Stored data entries
BEGIN
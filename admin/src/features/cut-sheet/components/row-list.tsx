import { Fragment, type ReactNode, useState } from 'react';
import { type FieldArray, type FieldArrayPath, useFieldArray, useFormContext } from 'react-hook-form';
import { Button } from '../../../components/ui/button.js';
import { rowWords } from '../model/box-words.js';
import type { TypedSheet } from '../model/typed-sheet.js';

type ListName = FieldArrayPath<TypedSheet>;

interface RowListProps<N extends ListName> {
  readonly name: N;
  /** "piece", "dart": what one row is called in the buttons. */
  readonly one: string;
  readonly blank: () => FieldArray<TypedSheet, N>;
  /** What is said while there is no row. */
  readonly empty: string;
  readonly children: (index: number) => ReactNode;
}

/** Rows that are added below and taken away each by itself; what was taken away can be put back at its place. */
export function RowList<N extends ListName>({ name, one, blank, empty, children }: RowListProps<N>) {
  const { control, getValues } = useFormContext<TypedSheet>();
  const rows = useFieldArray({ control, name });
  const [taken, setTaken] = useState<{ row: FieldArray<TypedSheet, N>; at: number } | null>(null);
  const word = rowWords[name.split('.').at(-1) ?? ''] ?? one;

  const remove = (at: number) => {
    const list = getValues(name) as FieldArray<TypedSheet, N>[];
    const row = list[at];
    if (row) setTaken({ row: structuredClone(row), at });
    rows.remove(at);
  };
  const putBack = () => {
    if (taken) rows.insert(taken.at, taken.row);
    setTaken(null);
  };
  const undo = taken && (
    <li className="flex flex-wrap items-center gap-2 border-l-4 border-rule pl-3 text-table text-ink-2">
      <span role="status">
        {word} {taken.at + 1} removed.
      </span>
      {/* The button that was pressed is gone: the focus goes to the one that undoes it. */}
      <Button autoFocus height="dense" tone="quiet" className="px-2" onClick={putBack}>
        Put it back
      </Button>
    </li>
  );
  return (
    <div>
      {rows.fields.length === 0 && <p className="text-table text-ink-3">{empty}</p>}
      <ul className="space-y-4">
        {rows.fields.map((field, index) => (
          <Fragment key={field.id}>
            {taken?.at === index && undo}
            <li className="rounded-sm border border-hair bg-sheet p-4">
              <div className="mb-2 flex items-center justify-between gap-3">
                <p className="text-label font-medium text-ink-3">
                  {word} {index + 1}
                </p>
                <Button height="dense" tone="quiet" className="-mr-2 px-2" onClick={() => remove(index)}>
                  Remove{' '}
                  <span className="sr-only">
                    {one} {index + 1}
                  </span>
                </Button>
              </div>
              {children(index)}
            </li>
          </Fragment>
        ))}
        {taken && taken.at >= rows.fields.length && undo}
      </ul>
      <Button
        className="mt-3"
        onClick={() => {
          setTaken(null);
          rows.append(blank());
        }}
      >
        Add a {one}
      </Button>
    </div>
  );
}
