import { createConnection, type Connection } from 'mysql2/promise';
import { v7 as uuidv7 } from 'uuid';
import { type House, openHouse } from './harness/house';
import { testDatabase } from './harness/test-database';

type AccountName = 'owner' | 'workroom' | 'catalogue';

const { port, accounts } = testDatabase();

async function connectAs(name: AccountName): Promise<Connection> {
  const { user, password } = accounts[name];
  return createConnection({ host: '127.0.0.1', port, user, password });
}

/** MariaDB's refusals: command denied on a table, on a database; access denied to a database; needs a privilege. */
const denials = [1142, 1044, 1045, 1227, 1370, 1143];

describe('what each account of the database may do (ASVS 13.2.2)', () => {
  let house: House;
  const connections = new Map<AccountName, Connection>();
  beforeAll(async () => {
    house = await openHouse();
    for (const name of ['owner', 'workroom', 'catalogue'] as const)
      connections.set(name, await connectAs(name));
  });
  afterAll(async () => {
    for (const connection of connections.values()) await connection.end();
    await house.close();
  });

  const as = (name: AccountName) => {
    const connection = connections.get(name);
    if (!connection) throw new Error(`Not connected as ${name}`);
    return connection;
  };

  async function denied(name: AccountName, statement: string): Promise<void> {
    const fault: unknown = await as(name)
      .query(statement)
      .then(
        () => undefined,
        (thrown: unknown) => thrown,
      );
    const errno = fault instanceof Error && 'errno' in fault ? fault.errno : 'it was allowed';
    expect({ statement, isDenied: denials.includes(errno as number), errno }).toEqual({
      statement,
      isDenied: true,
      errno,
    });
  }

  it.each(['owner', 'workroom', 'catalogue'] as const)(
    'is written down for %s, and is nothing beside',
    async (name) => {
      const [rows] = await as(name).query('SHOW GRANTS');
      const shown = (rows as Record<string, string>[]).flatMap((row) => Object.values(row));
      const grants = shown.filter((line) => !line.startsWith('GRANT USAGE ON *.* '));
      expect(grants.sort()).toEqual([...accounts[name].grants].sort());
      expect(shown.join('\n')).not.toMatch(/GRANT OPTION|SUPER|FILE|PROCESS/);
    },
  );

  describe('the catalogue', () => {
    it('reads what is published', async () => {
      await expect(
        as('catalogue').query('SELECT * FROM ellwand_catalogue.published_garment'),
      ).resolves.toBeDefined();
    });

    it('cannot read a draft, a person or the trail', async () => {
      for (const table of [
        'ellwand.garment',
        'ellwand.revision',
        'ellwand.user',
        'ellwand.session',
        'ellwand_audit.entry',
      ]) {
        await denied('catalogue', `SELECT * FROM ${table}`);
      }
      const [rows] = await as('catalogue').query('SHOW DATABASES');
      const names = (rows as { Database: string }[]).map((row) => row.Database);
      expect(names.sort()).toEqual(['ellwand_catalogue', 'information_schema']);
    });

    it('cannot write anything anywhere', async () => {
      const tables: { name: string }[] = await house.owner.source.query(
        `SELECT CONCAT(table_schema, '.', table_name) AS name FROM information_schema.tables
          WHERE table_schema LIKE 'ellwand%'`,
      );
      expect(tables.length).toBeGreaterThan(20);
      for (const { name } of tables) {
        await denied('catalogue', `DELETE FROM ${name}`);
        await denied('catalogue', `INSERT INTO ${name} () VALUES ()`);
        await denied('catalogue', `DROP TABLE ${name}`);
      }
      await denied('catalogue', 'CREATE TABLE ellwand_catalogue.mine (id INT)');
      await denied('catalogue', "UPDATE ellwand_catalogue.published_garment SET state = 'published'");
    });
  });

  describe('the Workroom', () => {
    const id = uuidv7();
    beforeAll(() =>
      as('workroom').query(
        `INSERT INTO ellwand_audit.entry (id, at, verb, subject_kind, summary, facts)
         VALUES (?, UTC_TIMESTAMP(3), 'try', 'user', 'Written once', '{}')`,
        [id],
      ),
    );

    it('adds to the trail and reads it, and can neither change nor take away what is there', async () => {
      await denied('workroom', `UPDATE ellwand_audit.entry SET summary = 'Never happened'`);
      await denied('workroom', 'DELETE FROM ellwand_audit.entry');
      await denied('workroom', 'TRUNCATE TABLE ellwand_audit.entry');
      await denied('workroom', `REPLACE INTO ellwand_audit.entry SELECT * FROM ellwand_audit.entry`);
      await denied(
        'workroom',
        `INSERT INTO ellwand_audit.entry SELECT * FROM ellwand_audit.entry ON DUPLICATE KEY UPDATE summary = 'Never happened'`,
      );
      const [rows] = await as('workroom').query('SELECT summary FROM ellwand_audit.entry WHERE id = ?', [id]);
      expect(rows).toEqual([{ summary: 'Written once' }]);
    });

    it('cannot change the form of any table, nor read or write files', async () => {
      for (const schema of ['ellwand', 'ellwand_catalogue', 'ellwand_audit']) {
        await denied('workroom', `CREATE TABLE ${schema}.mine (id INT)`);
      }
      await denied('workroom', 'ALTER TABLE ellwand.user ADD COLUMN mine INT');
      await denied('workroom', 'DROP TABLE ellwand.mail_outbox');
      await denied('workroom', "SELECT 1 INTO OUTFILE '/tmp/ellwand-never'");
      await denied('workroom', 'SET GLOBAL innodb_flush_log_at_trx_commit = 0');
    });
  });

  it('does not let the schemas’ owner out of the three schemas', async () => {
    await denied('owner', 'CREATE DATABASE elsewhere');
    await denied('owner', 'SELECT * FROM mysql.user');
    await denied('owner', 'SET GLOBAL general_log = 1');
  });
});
END
ASSIGNMENT -> Filter the preceding entries down to the lines with "ListName".

ANSWER BOX ->
type ListName = FieldArrayPath<TypedSheet>;
interface RowListProps<N extends ListName> {
export function RowList<N extends ListName>({ name, one, blank, empty, children }: RowListProps<N>) {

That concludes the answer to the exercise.